── Data records ──
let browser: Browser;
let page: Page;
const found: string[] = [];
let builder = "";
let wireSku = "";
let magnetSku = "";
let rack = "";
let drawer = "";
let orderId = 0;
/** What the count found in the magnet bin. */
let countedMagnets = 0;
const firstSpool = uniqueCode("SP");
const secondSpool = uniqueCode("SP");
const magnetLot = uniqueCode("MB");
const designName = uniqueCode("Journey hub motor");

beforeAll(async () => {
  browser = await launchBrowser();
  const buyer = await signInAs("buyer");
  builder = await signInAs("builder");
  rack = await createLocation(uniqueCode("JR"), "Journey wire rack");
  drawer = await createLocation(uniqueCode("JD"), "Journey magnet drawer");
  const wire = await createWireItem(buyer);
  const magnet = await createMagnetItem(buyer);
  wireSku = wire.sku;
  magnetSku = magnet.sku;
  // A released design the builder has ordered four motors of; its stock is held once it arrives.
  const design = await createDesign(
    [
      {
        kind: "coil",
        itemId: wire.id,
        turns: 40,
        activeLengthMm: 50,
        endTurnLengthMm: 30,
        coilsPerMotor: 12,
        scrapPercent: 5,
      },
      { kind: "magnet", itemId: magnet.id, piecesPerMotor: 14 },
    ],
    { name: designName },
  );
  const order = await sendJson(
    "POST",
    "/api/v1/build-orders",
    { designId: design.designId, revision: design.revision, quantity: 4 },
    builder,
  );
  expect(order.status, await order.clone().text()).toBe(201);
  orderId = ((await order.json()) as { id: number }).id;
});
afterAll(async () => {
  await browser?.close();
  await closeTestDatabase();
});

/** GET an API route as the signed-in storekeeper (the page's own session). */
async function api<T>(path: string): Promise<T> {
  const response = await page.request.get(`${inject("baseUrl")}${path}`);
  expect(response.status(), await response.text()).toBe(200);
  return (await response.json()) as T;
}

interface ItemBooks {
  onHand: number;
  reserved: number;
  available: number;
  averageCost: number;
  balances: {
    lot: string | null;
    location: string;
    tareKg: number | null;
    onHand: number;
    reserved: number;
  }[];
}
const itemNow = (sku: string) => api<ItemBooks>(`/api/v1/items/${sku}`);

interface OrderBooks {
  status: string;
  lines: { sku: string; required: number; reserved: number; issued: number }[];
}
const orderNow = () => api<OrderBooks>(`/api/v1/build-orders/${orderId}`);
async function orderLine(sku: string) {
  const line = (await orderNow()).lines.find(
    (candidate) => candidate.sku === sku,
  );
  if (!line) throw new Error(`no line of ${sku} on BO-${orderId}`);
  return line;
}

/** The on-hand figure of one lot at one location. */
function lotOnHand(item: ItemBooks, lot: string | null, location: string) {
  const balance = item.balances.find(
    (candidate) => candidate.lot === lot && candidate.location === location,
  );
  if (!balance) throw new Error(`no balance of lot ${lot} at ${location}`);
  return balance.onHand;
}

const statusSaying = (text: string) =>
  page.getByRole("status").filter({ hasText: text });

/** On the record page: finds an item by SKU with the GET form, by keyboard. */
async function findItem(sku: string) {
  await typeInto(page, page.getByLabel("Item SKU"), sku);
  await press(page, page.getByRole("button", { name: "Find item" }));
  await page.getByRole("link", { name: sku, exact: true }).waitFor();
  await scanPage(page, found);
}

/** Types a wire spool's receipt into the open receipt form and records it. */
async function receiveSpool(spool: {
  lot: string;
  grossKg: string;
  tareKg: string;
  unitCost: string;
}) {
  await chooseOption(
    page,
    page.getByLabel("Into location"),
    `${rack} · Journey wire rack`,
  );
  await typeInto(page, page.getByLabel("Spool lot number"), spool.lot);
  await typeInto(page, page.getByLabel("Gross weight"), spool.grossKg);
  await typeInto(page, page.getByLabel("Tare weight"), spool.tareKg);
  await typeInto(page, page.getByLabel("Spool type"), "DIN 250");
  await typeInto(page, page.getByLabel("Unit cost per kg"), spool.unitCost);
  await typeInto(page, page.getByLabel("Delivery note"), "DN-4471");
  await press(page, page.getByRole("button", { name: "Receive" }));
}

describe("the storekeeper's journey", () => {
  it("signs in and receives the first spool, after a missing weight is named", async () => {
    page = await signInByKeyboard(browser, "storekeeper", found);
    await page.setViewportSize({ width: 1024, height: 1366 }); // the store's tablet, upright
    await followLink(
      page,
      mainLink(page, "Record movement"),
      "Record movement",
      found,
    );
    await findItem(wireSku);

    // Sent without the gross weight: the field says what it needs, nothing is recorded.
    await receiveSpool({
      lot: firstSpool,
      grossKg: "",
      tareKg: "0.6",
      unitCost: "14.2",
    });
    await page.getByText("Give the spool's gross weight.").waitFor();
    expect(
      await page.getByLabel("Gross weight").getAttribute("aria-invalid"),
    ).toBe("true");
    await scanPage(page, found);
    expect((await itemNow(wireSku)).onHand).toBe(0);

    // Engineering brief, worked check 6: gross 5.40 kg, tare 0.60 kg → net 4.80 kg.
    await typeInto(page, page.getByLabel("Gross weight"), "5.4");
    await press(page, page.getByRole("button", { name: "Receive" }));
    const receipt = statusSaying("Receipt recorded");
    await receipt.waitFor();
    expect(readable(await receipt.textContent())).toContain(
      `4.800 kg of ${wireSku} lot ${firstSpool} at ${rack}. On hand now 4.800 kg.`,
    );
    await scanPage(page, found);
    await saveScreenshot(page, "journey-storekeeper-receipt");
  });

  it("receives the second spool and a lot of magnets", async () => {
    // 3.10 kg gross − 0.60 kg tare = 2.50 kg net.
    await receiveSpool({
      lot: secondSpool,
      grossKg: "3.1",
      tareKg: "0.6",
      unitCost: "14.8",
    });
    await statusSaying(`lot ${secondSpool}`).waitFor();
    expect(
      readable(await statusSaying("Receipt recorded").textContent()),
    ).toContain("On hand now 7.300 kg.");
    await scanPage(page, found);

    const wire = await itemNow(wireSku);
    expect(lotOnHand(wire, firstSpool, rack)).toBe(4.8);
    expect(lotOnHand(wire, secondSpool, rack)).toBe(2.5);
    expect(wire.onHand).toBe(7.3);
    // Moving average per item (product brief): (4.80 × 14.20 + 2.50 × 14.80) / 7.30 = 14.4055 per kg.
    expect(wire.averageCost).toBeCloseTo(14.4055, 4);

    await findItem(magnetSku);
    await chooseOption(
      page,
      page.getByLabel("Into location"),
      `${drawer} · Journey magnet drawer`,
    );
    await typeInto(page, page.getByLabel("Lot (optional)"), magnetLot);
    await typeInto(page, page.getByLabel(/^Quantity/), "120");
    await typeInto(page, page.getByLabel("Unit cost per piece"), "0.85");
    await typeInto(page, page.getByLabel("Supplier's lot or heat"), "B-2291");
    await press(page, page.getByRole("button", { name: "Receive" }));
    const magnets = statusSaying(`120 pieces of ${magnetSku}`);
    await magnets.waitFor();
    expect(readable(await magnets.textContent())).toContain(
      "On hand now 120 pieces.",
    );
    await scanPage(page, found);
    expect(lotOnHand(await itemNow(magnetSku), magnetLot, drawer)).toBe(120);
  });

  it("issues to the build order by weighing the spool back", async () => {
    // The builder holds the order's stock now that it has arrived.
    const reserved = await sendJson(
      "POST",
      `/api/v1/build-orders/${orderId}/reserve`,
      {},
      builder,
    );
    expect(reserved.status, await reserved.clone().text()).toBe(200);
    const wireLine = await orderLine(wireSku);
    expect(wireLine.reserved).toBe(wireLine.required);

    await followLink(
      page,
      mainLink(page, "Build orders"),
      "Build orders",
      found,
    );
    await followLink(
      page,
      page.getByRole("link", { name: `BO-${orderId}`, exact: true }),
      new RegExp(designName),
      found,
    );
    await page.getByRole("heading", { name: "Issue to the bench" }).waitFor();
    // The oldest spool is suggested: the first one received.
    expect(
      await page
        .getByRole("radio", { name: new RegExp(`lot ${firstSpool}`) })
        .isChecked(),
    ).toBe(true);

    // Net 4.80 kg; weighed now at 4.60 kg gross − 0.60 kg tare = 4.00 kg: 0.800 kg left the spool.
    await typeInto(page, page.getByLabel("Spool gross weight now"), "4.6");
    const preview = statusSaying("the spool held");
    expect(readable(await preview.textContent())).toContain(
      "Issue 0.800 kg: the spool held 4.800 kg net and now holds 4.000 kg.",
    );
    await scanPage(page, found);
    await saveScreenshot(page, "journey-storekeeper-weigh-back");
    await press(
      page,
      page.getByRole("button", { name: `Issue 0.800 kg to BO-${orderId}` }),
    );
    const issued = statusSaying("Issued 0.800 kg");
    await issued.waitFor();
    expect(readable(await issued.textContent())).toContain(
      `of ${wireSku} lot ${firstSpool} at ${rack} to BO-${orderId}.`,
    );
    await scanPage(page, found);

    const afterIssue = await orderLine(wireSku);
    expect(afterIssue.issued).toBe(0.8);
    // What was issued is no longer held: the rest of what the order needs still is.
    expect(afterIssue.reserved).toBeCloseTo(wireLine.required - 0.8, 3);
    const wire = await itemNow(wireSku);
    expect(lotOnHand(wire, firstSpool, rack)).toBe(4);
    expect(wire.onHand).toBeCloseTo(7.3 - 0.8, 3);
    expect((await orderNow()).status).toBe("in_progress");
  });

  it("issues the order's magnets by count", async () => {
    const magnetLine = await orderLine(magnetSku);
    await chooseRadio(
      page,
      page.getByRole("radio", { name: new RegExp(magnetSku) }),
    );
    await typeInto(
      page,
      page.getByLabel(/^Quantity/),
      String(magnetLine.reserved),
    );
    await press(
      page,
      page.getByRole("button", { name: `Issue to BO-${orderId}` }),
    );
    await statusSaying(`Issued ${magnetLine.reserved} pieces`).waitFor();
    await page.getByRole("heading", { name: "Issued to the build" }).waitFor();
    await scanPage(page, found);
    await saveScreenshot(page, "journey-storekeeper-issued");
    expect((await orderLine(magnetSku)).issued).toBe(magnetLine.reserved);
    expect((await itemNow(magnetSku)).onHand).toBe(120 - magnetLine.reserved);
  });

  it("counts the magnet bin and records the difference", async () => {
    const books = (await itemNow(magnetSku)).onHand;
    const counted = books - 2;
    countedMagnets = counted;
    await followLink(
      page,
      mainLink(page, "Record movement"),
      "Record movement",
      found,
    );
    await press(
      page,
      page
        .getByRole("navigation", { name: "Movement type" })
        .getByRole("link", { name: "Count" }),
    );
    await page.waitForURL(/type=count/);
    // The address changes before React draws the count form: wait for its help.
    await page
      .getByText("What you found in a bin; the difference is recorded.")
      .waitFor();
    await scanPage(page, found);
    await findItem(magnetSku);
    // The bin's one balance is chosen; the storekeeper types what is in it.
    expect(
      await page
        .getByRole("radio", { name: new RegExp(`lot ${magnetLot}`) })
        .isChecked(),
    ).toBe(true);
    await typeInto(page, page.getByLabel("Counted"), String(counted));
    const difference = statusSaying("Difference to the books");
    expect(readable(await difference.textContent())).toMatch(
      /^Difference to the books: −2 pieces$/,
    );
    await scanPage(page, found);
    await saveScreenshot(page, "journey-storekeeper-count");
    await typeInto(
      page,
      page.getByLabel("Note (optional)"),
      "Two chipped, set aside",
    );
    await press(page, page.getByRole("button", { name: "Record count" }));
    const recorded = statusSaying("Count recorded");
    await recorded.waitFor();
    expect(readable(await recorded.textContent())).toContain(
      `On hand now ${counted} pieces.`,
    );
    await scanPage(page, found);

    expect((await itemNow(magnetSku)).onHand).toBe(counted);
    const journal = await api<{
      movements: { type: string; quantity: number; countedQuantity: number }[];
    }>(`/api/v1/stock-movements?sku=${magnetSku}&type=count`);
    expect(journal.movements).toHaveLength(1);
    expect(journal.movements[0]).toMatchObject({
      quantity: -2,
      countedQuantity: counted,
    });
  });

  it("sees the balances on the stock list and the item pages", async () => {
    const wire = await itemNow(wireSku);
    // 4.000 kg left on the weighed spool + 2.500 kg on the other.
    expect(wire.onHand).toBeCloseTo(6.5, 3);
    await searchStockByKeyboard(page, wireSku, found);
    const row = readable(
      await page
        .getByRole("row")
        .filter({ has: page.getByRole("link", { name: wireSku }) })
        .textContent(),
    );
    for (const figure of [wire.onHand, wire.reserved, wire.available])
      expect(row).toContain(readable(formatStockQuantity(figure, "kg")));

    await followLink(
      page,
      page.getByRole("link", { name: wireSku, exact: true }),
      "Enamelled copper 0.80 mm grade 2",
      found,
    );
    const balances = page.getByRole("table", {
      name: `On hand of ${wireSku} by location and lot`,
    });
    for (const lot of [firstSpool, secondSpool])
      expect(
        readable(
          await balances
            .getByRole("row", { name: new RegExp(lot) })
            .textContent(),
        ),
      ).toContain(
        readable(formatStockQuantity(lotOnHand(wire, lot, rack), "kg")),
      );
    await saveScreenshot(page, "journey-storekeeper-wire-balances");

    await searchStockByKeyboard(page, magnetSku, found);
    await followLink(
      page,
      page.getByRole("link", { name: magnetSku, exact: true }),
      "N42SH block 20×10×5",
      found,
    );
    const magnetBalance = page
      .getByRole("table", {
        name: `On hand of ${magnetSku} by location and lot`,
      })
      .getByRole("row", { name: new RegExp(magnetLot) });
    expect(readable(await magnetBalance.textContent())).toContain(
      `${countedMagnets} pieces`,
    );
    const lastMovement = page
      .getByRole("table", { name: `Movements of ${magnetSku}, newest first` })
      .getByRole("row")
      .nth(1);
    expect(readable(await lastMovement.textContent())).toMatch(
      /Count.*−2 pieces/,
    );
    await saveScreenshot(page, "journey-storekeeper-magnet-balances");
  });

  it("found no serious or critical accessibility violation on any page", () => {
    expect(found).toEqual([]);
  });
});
───
── Data records ──
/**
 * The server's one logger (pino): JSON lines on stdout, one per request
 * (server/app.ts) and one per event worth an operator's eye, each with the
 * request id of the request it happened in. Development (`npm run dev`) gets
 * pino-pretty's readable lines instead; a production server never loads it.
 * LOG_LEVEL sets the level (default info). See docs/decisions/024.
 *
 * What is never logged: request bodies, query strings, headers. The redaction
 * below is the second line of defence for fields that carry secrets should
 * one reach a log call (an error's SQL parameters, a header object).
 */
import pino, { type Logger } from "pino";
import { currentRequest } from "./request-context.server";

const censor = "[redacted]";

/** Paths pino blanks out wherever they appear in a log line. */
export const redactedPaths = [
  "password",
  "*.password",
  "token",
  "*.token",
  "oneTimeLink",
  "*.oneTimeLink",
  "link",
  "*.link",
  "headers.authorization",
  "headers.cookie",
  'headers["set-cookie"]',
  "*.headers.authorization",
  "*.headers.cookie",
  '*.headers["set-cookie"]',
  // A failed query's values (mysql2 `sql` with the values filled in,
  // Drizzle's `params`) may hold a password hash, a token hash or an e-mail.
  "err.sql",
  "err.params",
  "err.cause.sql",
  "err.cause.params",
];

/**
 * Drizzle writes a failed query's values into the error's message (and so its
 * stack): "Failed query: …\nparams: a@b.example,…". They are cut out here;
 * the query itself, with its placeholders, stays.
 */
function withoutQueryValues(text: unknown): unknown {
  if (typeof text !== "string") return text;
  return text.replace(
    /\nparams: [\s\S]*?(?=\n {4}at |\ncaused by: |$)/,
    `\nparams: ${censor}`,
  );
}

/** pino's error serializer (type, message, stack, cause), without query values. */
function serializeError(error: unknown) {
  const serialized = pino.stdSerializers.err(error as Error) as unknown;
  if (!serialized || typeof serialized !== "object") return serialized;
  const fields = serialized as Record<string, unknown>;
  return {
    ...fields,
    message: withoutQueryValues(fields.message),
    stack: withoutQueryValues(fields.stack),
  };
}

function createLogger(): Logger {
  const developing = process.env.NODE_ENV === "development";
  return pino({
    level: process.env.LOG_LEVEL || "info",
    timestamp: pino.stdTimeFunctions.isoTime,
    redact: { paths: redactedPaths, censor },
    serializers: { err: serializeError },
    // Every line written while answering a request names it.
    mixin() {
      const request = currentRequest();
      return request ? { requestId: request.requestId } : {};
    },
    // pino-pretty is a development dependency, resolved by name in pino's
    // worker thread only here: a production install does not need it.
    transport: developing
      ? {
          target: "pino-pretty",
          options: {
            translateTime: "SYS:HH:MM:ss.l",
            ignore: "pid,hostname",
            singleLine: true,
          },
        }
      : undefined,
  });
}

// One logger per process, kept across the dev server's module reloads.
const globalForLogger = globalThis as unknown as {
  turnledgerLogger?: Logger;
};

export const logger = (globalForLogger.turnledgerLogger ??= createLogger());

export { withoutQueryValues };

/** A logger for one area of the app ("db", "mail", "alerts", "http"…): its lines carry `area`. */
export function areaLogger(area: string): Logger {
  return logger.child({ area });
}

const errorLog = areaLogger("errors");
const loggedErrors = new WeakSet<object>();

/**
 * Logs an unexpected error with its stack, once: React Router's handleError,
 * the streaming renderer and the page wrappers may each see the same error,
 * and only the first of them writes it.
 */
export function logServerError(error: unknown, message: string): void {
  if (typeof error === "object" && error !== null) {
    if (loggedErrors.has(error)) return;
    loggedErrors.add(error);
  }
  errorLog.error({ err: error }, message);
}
───
Wherever the word "secondSpool" appears in the listing above, copy the whole line.

const secondSpool = uniqueCode("SP");
      lot: secondSpool,
    await statusSaying(`lot ${secondSpool}`).waitFor();
    expect(lotOnHand(wire, secondSpool, rack)).toBe(2.5);
    for (const lot of [firstSpool, secondSpool])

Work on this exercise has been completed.